一天一百五,也没多收我钱……苏笙干脆应下:
“好。”
收到退还的两百,苏笙慢步回校。
四小时买完七百斤榴莲,前半趟赚两千,后半趟赚六千。
减去消费与转账,整趟下来,约赚六千三。
两天六千三,普通打工仔不扣税,一个月的工资。
连续干十五次,一个月狂捞九万。
重生者,牛逼!
收敛发散的美好幻想,苏笙扬唇:
“这只是一个开始。”
小巷子里,灯火酒绿。
红色灯光下,一位二十多岁的黑丝包臀女子笑问:
“小哥,大晚上的去哪里啊?”
“回校。”
“这都放假了,还回校,你是外省人?”
“是。
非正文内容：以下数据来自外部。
"""The report's plot drawn from the data as SVG text (no Qt, no window state).

:func:`plot_svg` draws the data with the fitted curve and its pointwise confidence
band, and underneath, on the same x axis, the residuals; both panels carry axis
titles. Points used are filled circles whose diameter grows with the robust weight,
down-weighted points (weight < 0.5) are orange, points excluded by the analyst are
slate-grey crossed rings (:data:`POINT_COLOURS`, shared with the window's plot).
Everything is vector (paths, circles, text), so the HTML report, an SVG file and a
PDF printed from it stay sharp.
"""
from __future__ import annotations

import html
import math

import numpy as np

__all__ = ["POINT_COLOURS", "plot_svg", "LEGEND_TEXT"]

#: (fill, edge) per point state; None = no fill
POINT_COLOURS = {
    "used": ("#1f5caa", "#0c2d5f"),
    "down-weighted": ("#e8961e", "#8c5000"),
    "excluded": (None, "#5a5a6e"),
}
CURVE_COLOUR = "#b0302a"
BAND_COLOUR = "#b0302a"
MIN_D, MAX_D = 4.5, 10.0  # symbol diameter (px) at weight 0 and 1

LEGEND_TEXT = ("Filled circles: points used, their size growing with the robust weight; "
               "orange: down-weighted (weight below 0.5); grey crossed rings: excluded by the "
               "analyst. Line: fitted curve; shaded: {pct} pointwise confidence band. Lower "
               "panel: residuals over the fit's scale (y − fitted when the scale is zero); "
               "beyond ±6 drawn at the edge with an arrow.")
#: standardised residuals beyond this many scales are drawn at the panel's edge (as in
#: the window's residual plot) so one gross outlier does not squash the others to a line
RESID_CLIP = 6.0


def _nice_ticks(lo: float, hi: float, n: int = 6) -> list[float]:
    """Round tick values covering [lo, hi] (steps 1, 2, 2.5 or 5 times a power of ten)."""
    if not (math.isfinite(lo) and math.isfinite(hi)) or hi <= lo:
        return [lo]
    raw = (hi - lo) / max(n - 1, 1)
    p = 10.0 ** math.floor(math.log10(raw))
    step = next(m * p for m in (1, 2, 2.5, 5, 10) if m * p >= raw)
    start = math.ceil(lo / step - 1e-9) * step
    ticks = []
    t = start
    while t <= hi + 1e-9 * step:
        ticks.append(0.0 if abs(t) < 1e-12 * step else t)
        t += step
    return ticks


def _tick_text(t: float) -> str:
    return f"{t:.6g}"


def _range(values, pad=0.05):
    v = np.asarray(values, float)
    v = v[np.isfinite(v)]
    if v.size == 0:
        return 0.0, 1.0
    lo, hi = float(v.min()), float(v.max())
    if hi <= lo:
        d = abs(lo) * 0.1 or 1.0
        return lo - d, hi + d
    d = (hi - lo) * pad
    return lo - d, hi + d


def _esc(s) -> str:
    return html.escape(str(s), quote=True)


def plot_svg(res, *, x_label: str = "x", y_label: str = "y", width: int = 900,
             height: int = 620, level: float = 0.95, log_x: bool = False,
             n_grid: int = 400, residuals: str = "standardised") -> str:
    """The data panel and the residual panel of a fit as one SVG document (text).

    ``res`` is a :class:`FitResult`; ``x_label``/``y_label`` are the axis titles
    (name and unit). With ``log_x`` (and all x > 0) the x axis is logarithmic. The
    band is the pointwise ``level`` confidence band of :meth:`FitResult.band`.
    ``residuals="standardised"`` (default): the lower panel shows residual / scale
    (``res.std_residuals``), values beyond +-:data:`RESID_CLIP` at the edge with an
    arrow; ``"raw"``, or a fit with no usable scale: y - fitted in units of y.
    """
    if residuals not in ("standardised", "raw"):
        raise ValueError(f"residuals must be 'standardised' or 'raw', not {residuals!r}")
    x = np.asarray(res.x, float)
    y = np.asarray(res.y, float)
    ok = np.isfinite(x) & np.isfinite(y)
    log_x = bool(log_x) and bool(ok.any()) and bool(np.all(x[ok] > 0))
    tx = np.log10 if log_x else (lambda v: np.asarray(v, float))
    xs = x[ok]
    if xs.size == 0:
        raise ValueError("no finite points to draw")
    lo, hi = float(xs.min()), float(xs.max())
    if hi <= lo:
        lo, hi = (lo * 0.9, lo * 1.1) if log_x else (lo - 1.0, hi + 1.0)
    grid = np.geomspace(lo, hi, n_grid) if log_x else np.linspace(lo, hi, n_grid)
    with np.errstate(all="ignore"):
        curve = np.asarray(res.predict(grid), float)
        band_lo, band_hi = (np.asarray(b, float) for b in res.band(grid, level=level))
    resid = np.asarray(res.residuals, float)
    resid_title = "residual y − fitted"
    std = np.asarray(getattr(res, "std_residuals", np.full(resid.shape, np.nan)), float)
    scale = float(getattr(res, "scale", np.nan))
    beyond = np.zeros(resid.shape, bool)
    if residuals == "standardised" and math.isfinite(scale) and scale > 0 \
            and std.shape == resid.shape and np.isfinite(std[ok]).any():
        beyond = np.isfinite(std) & (np.abs(std) > RESID_CLIP)
        resid = np.clip(std, -RESID_CLIP, RESID_CLIP)
        resid_title = "residual / scale"
    weights = np.asarray(res.weights, float)
    excl = np.asarray(res.excluded, bool)

    left, right, top, gap, bottom = 78, 18, 14, 56, 48
    plot_w = width - left - right
    avail = height - top - gap - bottom
    h1 = int(avail * 0.7)
    h2 = avail - h1
    y1_top, y2_top = top, top + h1 + gap

    tlo, thi = tx([lo, hi])
    xpad = 0.03 * (thi - tlo)
    tlo, thi = tlo - xpad, thi + xpad
    ya, yb = _range(np.concatenate([y[ok], curve, band_lo, band_hi]))
    ra, rb = _range(np.concatenate([resid[ok], [0.0]]), 0.08)
    if (beyond & ok & (resid > 0)).any():  # room for the edge arrows
        rb = max(rb, RESID_CLIP + 1.2)
    if (beyond & ok & (resid < 0)).any():
        ra = min(ra, -RESID_CLIP - 1.2)

    def px(v):
        return left + (tx(v) - tlo) / (thi - tlo) * plot_w

    def py(v, a, b, t, h):
        return t + h - (v - a) / (b - a) * h

    out = [f'<svg xmlns="http://www.w3.org/2000/svg" width="{width}" height="{height}" '
           f'viewBox="0 0 {width} {height}" font-family="DejaVu Sans, Helvetica, Arial, sans-serif" '
           'font-size="12">',
           f'<rect x="0" y="0" width="{width}" height="{height}" fill="#ffffff"/>']

    def panel(t, h, a, b, title):
        out.append(f'<rect x="{left}" y="{t}" width="{plot_w}" height="{h}" fill="none" '
                   'stroke="#444" stroke-width="1"/>')
        for v in _nice_ticks(a, b, 6 if h > 200 else 4):
            yy = py(v, a, b, t, h)
            out.append(f'<line x1="{left}" y1="{yy:.2f}" x2="{left + plot_w}" y2="{yy:.2f}" '
                       'stroke="#e4e4e4" stroke-width="1"/>')
            out.append(f'<text x="{left - 6}" y="{yy + 4:.2f}" text-anchor="end">{_tick_text(v)}</text>')
        if log_x:
            xt = [10.0 ** k for k in range(math.floor(tlo), math.ceil(thi) + 1)
                  if tlo <= k <= thi]
        else:
            xt = _nice_ticks(tlo, thi, 8)
        for v in xt:
            xx = px(v)
            out.append(f'<line x1="{xx:.2f}" y1="{t + h}" x2="{xx:.2f}" y2="{t + h + 5}" stroke="#444"/>')
            out.append(f'<text x="{xx:.2f}" y="{t + h + 18}" text-anchor="middle">{_tick_text(v)}</text>')
        out.append(f'<text x="{left + plot_w / 2:.1f}" y="{t + h + 36}" text-anchor="middle">'
                   f'{_esc(x_label)}</text>')
        cy = t + h / 2
        out.append(f'<text x="16" y="{cy:.1f}" text-anchor="middle" '
                   f'transform="rotate(-90 16 {cy:.1f})">{_esc(title)}</text>')

    panel(y1_top, h1, ya, yb, y_label)
    panel(y2_top, h2, ra, rb, resid_title)
    # no clip paths (SVG Tiny renderers such as Qt's draw them as shapes): every
    # range above already holds what is drawn in it

    def P(v):
        return py(v, ya, yb, y1_top, h1)

    fin = np.isfinite(band_lo) & np.isfinite(band_hi)
    if fin.sum() > 1:
        up = [f"{px(a):.2f},{P(b):.2f}" for a, b in zip(grid[fin], band_hi[fin])]
        dn = [f"{px(a):.2f},{P(b):.2f}" for a, b in zip(grid[fin][::-1], band_lo[fin][::-1])]
        out.append(f'<polygon points="{" ".join(up + dn)}" '
                   f'fill="{BAND_COLOUR}" fill-opacity="0.18" stroke="none"/>')
    fin = np.isfinite(curve)
    if fin.sum() > 1:
        pts = " ".join(f"{px(a):.2f},{P(b):.2f}" for a, b in zip(grid[fin], curve[fin]))
        out.append(f'<polyline points="{pts}" fill="none" '
                   f'stroke="{CURVE_COLOUR}" stroke-width="1.8"/>')
    zero = py(0.0, ra, rb, y2_top, h2)
    out.append(f'<line x1="{left}" y1="{zero:.2f}" x2="{left + plot_w}" y2="{zero:.2f}" '
               'stroke="#888" stroke-width="1" stroke-dasharray="4 3"/>')

    def symbols(yvals, yfun):
        # used and down-weighted first (larger first), excluded on top
        order = sorted(np.flatnonzero(ok & np.isfinite(yvals)),
                       key=lambda i: (bool(excl[i]), -(weights[i] if np.isfinite(weights[i]) else 0)))
        for i in order:
            cx, cy = px(x[i]), yfun(yvals[i])
            if excl[i]:
                r = MAX_D / 2
                q = r * 0.7
                edge = POINT_COLOURS["excluded"][1]
                out.append(f'<g stroke="{edge}" stroke-width="1.6" fill="none">'
                           f'<circle cx="{cx:.2f}" cy="{cy:.2f}" r="{r:.2f}"/>'
                           f'<path d="M{cx - q:.2f},{cy - q:.2f}L{cx + q:.2f},{cy + q:.2f}'
                           f'M{cx - q:.2f},{cy + q:.2f}L{cx + q:.2f},{cy - q:.2f}"/></g>')
                continue
            w = float(weights[i]) if np.isfinite(weights[i]) else 1.0
            w = min(max(w, 0.0), 1.0)
            fill, edge = POINT_COLOURS["used" if w >= 0.5 else "down-weighted"]
            r = (MIN_D + (MAX_D - MIN_D) * w) / 2
            out.append(f'<circle cx="{cx:.2f}" cy="{cy:.2f}" r="{r:.2f}" '
                       f'fill="{fill}" stroke="{edge}" stroke-width="1"/>')

    symbols(y, P)
    symbols(resid, lambda v: py(v, ra, rb, y2_top, h2))
    for i in np.flatnonzero(beyond & ok):  # an arrow past the edge value, pointing out
        up = resid[i] > 0
        cx = px(x[i])
        tip = py((RESID_CLIP + 1.0) * (1 if up else -1), ra, rb, y2_top, h2)
        base = tip + (7.0 if up else -7.0)
        out.append(f'<path d="M{cx:.2f},{tip:.2f}L{cx - 4.5:.2f},{base:.2f}L{cx + 4.5:.2f},{base:.2f}Z" '
                   'fill="#3c3c3c" stroke="none"/>')
    out.append("</svg>")
    return "\n".join(out) + "\n"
”
“要休息吗?比校内宿舍舒服哦。”
“一个硬币几分钟?”苏笙问道。
“八八一发子弹,幺八八一个钟,八八八一天。”女郎流利道:
“八八八八可拍可流播。”
“是跟你玩喷水枪大战吗?”
“是的呢,小师哥。”
“我有HIV。”
“我也有,正好。”
“不好意思,骗你的。”
两耳不听泼妇声,苏笙逃离小破巷。
这行业,零零年,一零年较多。
二几年虽有,但在大众眼中基本销声匿迹。
这种好事也能被我遇到?他快步走远。
——
御东园内唯一的法式外形楼。
君赢辰夹起一筷丝瓜送入口中,滋味清淡,瓜香清浅,软嫩里鲜爽却淡。
“谁做的菜?”
“小妹不会煮菜,除了我,还能有谁?”君雪汐双手抱着手机承认。
垂下筷子,君赢辰无奈眯眼:
“没加盐,太淡了,下次记得加。”
大小姐一脸无所谓:
“哦。”
“啧。”紧接着,一家之主吃下一口清炒蒜苗,法令纹更皱:
“这个,咸死了。”
“怪不得,我就说水煮丝瓜胃口怎么会这么淡,原来是盐加到了蒜里。”
“我们家就一口锅。”君赢辰若有深意。
“哦。”君雪汐闷头干饭。
吃饭不语的君挽彤捏紧筷子:
“爸,给我转两千万。”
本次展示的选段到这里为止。